## What this task involves
Set down exactly the lines below between the line holding "time, so these" and the line holding "const blocks = new net.BlockList();", inclusive; no other line belongs in the answer.

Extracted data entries
┄┄┄┄┄┄
/** Server configuration, read from the environment once at start-up and validated. */
import net from 'node:net';

import { z } from 'zod';

import { DEFAULT_QUERY_TIMEOUT_MS, DEFAULT_STATEMENT_TIMEOUT_MS } from '@/db';

import { DEFAULT_RAW_READINGS_KEEP_MONTHS } from './jobs/readingPartitionsJob';
import { DEFAULT_MAX_PENDING_ROWS } from './readings/writer';
import type { StorageConfig } from './storage';

/** What Express's `trust proxy` setting receives: off, every hop, a hop count, or addresses. */
export type TrustProxy = boolean | number | string[];

// proxy-addr's names for address ranges, accepted in a TRUST_PROXY list as Express accepts them.
const PROXY_RANGE_NAMES = new Set(['loopback', 'linklocal', 'uniquelocal']);

/** An address (`10.0.0.2`), a subnet (`10.0.0.0/8`, `fd00::/8`) or one of proxy-addr's names. */
function isProxyAddress(entry: string): boolean {
  if (PROXY_RANGE_NAMES.has(entry)) return true;
  const [address = '', prefix, ...rest] = entry.split('/');
  const family = net.isIP(address);
  if (family === 0 || rest.length > 0) return false;
  if (prefix === undefined) return true;
  if (!/^\d{1,3}$/.test(prefix)) return false;
  return Number(prefix) <= (family === 4 ? 32 : 128);
}

const trustProxyField = z
  .string()
  .trim()
  .default('false')
  .transform((text, ctx): TrustProxy => {
    if (text === 'false' || text === '') return false;
    if (text === 'true') return true;
    if (/^\d+$/.test(text)) return Number(text);
    const entries = text.split(',').map((e) => e.trim());
    const bad = entries.filter((e) => !isProxyAddress(e));
    if (bad.length > 0) {
      ctx.addIssue({
        code: 'custom',
        message:
          'TRUST_PROXY takes false, true, a hop count or a comma list of addresses and subnets ' +
          `(e.g. 10.0.0.0/8,loopback); not ${bad.map((b) => JSON.stringify(b)).join(', ')}`,
      });
      return z.NEVER;
    }
    return entries;
  });

const booleanText = z.enum(['true', 'false']).transform((v) => v === 'true');

export const LOG_LEVELS = ['fatal', 'error', 'warn', 'info', 'debug', 'trace', 'silent'] as const;
export type LogLevel = (typeof LOG_LEVELS)[number];

const envSchema = z.object({
  DATABASE_URL: z.string().regex(/^postgres(ql)?:\/\//, 'DATABASE_URL must be a postgres:// URL'),
  // A slow database answers 503 after these instead of holding requests (see db/index.ts).
  DB_STATEMENT_TIMEOUT_MS: z.coerce.number().int().min(100).default(DEFAULT_STATEMENT_TIMEOUT_MS),
  DB_QUERY_TIMEOUT_MS: z.coerce.number().int().min(100).default(DEFAULT_QUERY_TIMEOUT_MS),
  // Readings accepted but not yet committed, at most; past it ingest answers 503 busy.
  INGEST_MAX_PENDING_ROWS: z.coerce.number().int().min(1000).default(DEFAULT_MAX_PENDING_ROWS),
  // Whole months of raw readings kept; older month partitions are dropped by the daily job
  // (server/jobs/readingPartitionsJob.ts). Hourly roll-ups are kept for ever.
  RAW_READINGS_KEEP_MONTHS: z.coerce
    .number()
    .int()
    .min(1)
    .max(1200)
    .default(DEFAULT_RAW_READINGS_KEEP_MONTHS),
  PORT: z.coerce.number().int().min(0).max(65535).default(8080),
  // Loopback by default: reaching the server from other machines is a decision (README).
  HOST: z.string().min(1).default('127.0.0.1'),
  NODE_ENV: z.string().optional(),
  // Signs session tokens; every instance behind one load balancer must share it.
  SESSION_SECRET: z.string().min(32, 'SESSION_SECRET must be at least 32 characters'),
  // Secure session cookie; unset, it follows PUBLIC_URL (https → Secure).
  COOKIE_SECURE: booleanText.optional(),
  WEB_DIR: z.string().optional(),
  // Outgoing mail. Without SMTP_HOST the server runs its own SMTP server on loopback and keeps
  // what it receives in memory (see server/mail/); DEV_OUTBOX=true shows it at /dev/outbox.
  SMTP_HOST: z.string().min(1).optional(),
  SMTP_PORT: z.coerce.number().int().min(0).max(65535).optional(),
  MAIL_FROM: z.string().min(3).default('Drybench <no-reply@drybench.example>'),
  // Where people reach the app; links in e-mail point here and its host is an allowed Host.
  PUBLIC_URL: z
    .url({ protocol: /^https?$/, error: 'PUBLIC_URL must be an http(s) URL' })
    .optional(),
  DEV_OUTBOX: booleanText.default(false),
  // Which reverse proxies may name the client's address in X-Forwarded-For (rate limits).
  TRUST_PROXY: trustProxyField,
  // Open live sockets per account on one instance (default in server/live/hub.ts); the bench
  // raises it, its hundreds of sockets being one account's.
  LIVE_SOCKETS_PER_USER: z.coerce.number().int().min(1).optional(),
  // How much the server logs (server/logger.ts): one JSON line per request at info.
  LOG_LEVEL: z
    .string()
    .trim()
    .toLowerCase()
    .pipe(z.enum(LOG_LEVELS, { error: `LOG_LEVEL must be one of ${LOG_LEVELS.join(', ')}` }))
    .default('info'),
  // Photo storage over the S3 API (server/storage/). Unset, photo uploads answer 503;
  // `npm start` and the tests point these at a local fake.
  S3_ENDPOINT: z
    .url({ protocol: /^https?$/, error: 'S3_ENDPOINT must be an http(s) URL' })
    .optional(),
  S3_BUCKET: z.string().min(3).optional(),
  S3_ACCESS_KEY_ID: z.string().min(1).optional(),
  S3_SECRET_ACCESS_KEY: z.string().min(1).optional(),
  S3_REGION: z.string().min(1).default('us-east-1'),
  // MQTT ingest (server/mqtt/): the broker the server subscribes to; unset, MQTT is off.
  MQTT_URL: z
    .url({ protocol: /^mqtts?$/, error: 'MQTT_URL must be an mqtt:// or mqtts:// URL' })
    .optional(),
  // The service account's password (shared with the broker); else the one in MQTT_URL.
  MQTT_PASSWORD: z.string().min(16).optional(),
  // The broker address sensors are shown on the Sensors page; else derived (mqttPublicUrlOf).
  MQTT_PUBLIC_URL: z
    .url({ protocol: /^mqtts?$/, error: 'MQTT_PUBLIC_URL must be an mqtt:// or mqtts:// URL' })
    .optional(),
  // Connections to the broker: mqtt handles one message per connection at a time, so these
  // bound the messages being stored at once. 16: at 200 messages/s 4 were saturated whenever a
  // store took over 20 ms (a busy machine) and messages queued for seconds
  // (scripts/bench/FINDINGS.md, MQTT).
  MQTT_CONNECTIONS: z.coerce.number().int().min(1).max(32).default(16),
});

export interface Config {
  databaseUrl: string;
  statementTimeoutMs: number;
  queryTimeoutMs: number;
  ingestMaxPendingRows: number;
  /** Whole months of raw readings kept (RAW_READINGS_KEEP_MONTHS). */
  rawReadingsKeepMonths: number;
  port: number;
  host: string;
  /** NODE_ENV=production. */
  production: boolean;
  sessionSecret: string;
  cookieSecure: boolean;
  webDir?: string;
  mail: {
    /** Absent: use the in-process local SMTP server. */
    smtpHost?: string;
    smtpPort?: number;
    from: string;
  };
  /** Origin of the app as people reach it, without a trailing slash. */
  publicUrl: string;
  /** PUBLIC_URL was set (not derived from HOST and PORT). */
  publicUrlSet: boolean;
  /** Show the local SMTP server's mail at /dev/outbox (asked for, and allowed here). */
  devOutbox: boolean;
  /** Why DEV_OUTBOX=true was overruled, for the start-up log; null when it was not. */
  devOutboxRefusal: string | null;
  trustProxy: TrustProxy;
  /** Absent: the live hub's default. */
  liveSocketsPerUser?: number;
  logLevel: LogLevel;
  /** Where photos are stored; absent when S3_BUCKET is not set. */
  storage?: StorageConfig;
  /** MQTT ingest; absent when MQTT_URL is not set. */
  mqtt?: MqttConfig;
}

export interface MqttConfig {
  url: string;
  password?: string;
  /** What sensors are told to connect to (no credentials in it). */
  publicUrl: string;
  connections: number;
}

/** 127.0.0.0/8, ::1 and the name localhost: addresses only this machine can reach. */
export function isLoopbackHost(host: string): boolean {
  const bare = host.replace(/^\[(.*)\]$/, '$1').toLowerCase();
  if (bare === 'localhost') return true;
  if (net.isIPv4(bare)) return bare.startsWith('127.');
  if (net.isIPv6(bare)) {
    const blocks = new net.BlockList();
    blocks.addAddress('::1', 'ipv6');
    blocks.addSubnet('::ffff:127.0.0.0', 104, 'ipv6');
    return blocks.check(bare, 'ipv6');
  }
  return false;
}

/**
 * The dev outbox lists every e-mail the server sent, password-reset links included, to anyone
 * who can load the page: so only on a loopback listen address and never in production.
 */
export function devOutboxAllowed(c: { host: string; production: boolean }): boolean {
  return isLoopbackHost(c.host) && !c.production;
}

// The server's statement_timeout should fire first: it cancels the statement on the database
// too, where the client-side limit only stops waiting for it.
const checkedEnvSchema = envSchema
  .refine((e) => e.DB_STATEMENT_TIMEOUT_MS < e.DB_QUERY_TIMEOUT_MS, {
    path: ['DB_QUERY_TIMEOUT_MS'],
    message: 'DB_QUERY_TIMEOUT_MS must be longer than DB_STATEMENT_TIMEOUT_MS',
  })
  .refine(
    // Half a storage setting would fail at the first upload; say so at start-up instead.
    (e) =>
      e.S3_BUCKET === undefined ||
      (e.S3_ACCESS_KEY_ID !== undefined && e.S3_SECRET_ACCESS_KEY !== undefined),
    {
      path: ['S3_BUCKET'],
      message: 'S3_BUCKET needs S3_ACCESS_KEY_ID and S3_SECRET_ACCESS_KEY',
    },
  )
  .refine(
    // The broker refuses the service account without one: say so at start-up.
    (e) =>
      e.MQTT_URL === undefined || e.MQTT_PASSWORD !== undefined || new URL(e.MQTT_URL).password,
    {
      path: ['MQTT_PASSWORD'],
      message: 'MQTT_URL needs MQTT_PASSWORD (or a password in the URL) for the service account',
    },
  );

export function readConfig(
  env: Readonly<Record<string, string | undefined>> = process.env,
): Config {
  const parsed = checkedEnvSchema.safeParse(env);
  if (!parsed.success) {
    const lines = parsed.error.issues.map((i) => `  ${i.path.join('.')}: ${i.message}`);
    throw new Error(`Invalid configuration:\n${lines.join('\n')}`);
  }
  const e = parsed.data;
  const production = e.NODE_ENV === 'production';
  const publicUrl = (e.PUBLIC_URL ?? `http://${hostInUrl(e.HOST)}:${e.PORT}`).replace(/\/+$/, '');
  const outboxAllowed = devOutboxAllowed({ host: e.HOST, production });
  return {
    databaseUrl: e.DATABASE_URL,
    statementTimeoutMs: e.DB_STATEMENT_TIMEOUT_MS,
    queryTimeoutMs: e.DB_QUERY_TIMEOUT_MS,
    ingestMaxPendingRows: e.INGEST_MAX_PENDING_ROWS,
    rawReadingsKeepMonths: e.RAW_READINGS_KEEP_MONTHS,
    port: e.PORT,
    host: e.HOST,
    production,
    sessionSecret: e.SESSION_SECRET,
    cookieSecure: e.COOKIE_SECURE ?? publicUrl.startsWith('https:'),
    webDir: e.WEB_DIR,
    mail: { smtpHost: e.SMTP_HOST, smtpPort: e.SMTP_PORT, from: e.MAIL_FROM },
    publicUrl,
    publicUrlSet: e.PUBLIC_URL !== undefined,
    devOutbox: e.DEV_OUTBOX && outboxAllowed,
    devOutboxRefusal:
      e.DEV_OUTBOX && !outboxAllowed
        ? production
          ? 'DEV_OUTBOX=true ignored: the dev outbox is never shown with NODE_ENV=production.'
          : `DEV_OUTBOX=true ignored: HOST=${e.HOST} is not a loopback address, and the outbox shows password-reset links to whoever loads it.`
        : null,
    trustProxy: e.TRUST_PROXY,
    liveSocketsPerUser: e.LIVE_SOCKETS_PER_USER,
    logLevel: e.LOG_LEVEL,
    storage:
      e.S3_BUCKET !== undefined
        ? {
            endpoint: e.S3_ENDPOINT,
            bucket: e.S3_BUCKET,
            accessKeyId: e.S3_ACCESS_KEY_ID!,
            secretAccessKey: e.S3_SECRET_ACCESS_KEY!,
            region: e.S3_REGION,
          }
        : undefined,
    mqtt:
      e.MQTT_URL !== undefined
        ? {
            url: e.MQTT_URL,
            password: e.MQTT_PASSWORD,
            publicUrl: e.MQTT_PUBLIC_URL ?? mqttPublicUrlOf(e.MQTT_URL, publicUrl),
            connections: e.MQTT_CONNECTIONS,
          }
        : undefined,
  };
}

/**
 * The broker as sensors reach it when MQTT_PUBLIC_URL is not set: MQTT_URL's scheme and port
 * without its credentials, on PUBLIC_URL's host when MQTT_URL names a loopback one (the
 * server then shares a machine with the broker, and sensors reach that machine by its name).
 */
export function mqttPublicUrlOf(mqttUrl: string, publicUrl: string): string {
  const broker = new URL(mqttUrl);
  const host = isLoopbackHost(broker.hostname) ? new URL(publicUrl).hostname : broker.hostname;
  return `${broker.protocol}//${host}${broker.port ? `:${broker.port}` : ''}`;
}

/** An IPv6 literal needs brackets inside a URL. */
function hostInUrl(host: string): string {
  return net.isIPv6(host) ? `[${host}]` : host;
}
┄┄┄┄┄┄
## Result
  // Connections to the broker: mqtt handles one message per connection at a time, so these
  // bound the messages being stored at once. 16: at 200 messages/s 4 were saturated whenever a
  // store took over 20 ms (a busy machine) and messages queued for seconds
  // (scripts/bench/FINDINGS.md, MQTT).
  MQTT_CONNECTIONS: z.coerce.number().int().min(1).max(32).default(16),
});

export interface Config {
  databaseUrl: string;
  statementTimeoutMs: number;
  queryTimeoutMs: number;
  ingestMaxPendingRows: number;
  /** Whole months of raw readings kept (RAW_READINGS_KEEP_MONTHS). */
  rawReadingsKeepMonths: number;
  port: number;
  host: string;
  /** NODE_ENV=production. */
  production: boolean;
  sessionSecret: string;
  cookieSecure: boolean;
  webDir?: string;
  mail: {
    /** Absent: use the in-process local SMTP server. */
    smtpHost?: string;
    smtpPort?: number;
    from: string;
  };
  /** Origin of the app as people reach it, without a trailing slash. */
  publicUrl: string;
  /** PUBLIC_URL was set (not derived from HOST and PORT). */
  publicUrlSet: boolean;
  /** Show the local SMTP server's mail at /dev/outbox (asked for, and allowed here). */
  devOutbox: boolean;
  /** Why DEV_OUTBOX=true was overruled, for the start-up log; null when it was not. */
  devOutboxRefusal: string | null;
  trustProxy: TrustProxy;
  /** Absent: the live hub's default. */
  liveSocketsPerUser?: number;
  logLevel: LogLevel;
  /** Where photos are stored; absent when S3_BUCKET is not set. */
  storage?: StorageConfig;
  /** MQTT ingest; absent when MQTT_URL is not set. */
  mqtt?: MqttConfig;
}

export interface MqttConfig {
  url: string;
  password?: string;
  /** What sensors are told to connect to (no credentials in it). */
  publicUrl: string;
  connections: number;
}

/** 127.0.0.0/8, ::1 and the name localhost: addresses only this machine can reach. */
export function isLoopbackHost(host: string): boolean {
  const bare = host.replace(/^\[(.*)\]$/, '$1').toLowerCase();
  if (bare === 'localhost') return true;
  if (net.isIPv4(bare)) return bare.startsWith('127.');
  if (net.isIPv6(bare)) {
    const blocks = new net.BlockList();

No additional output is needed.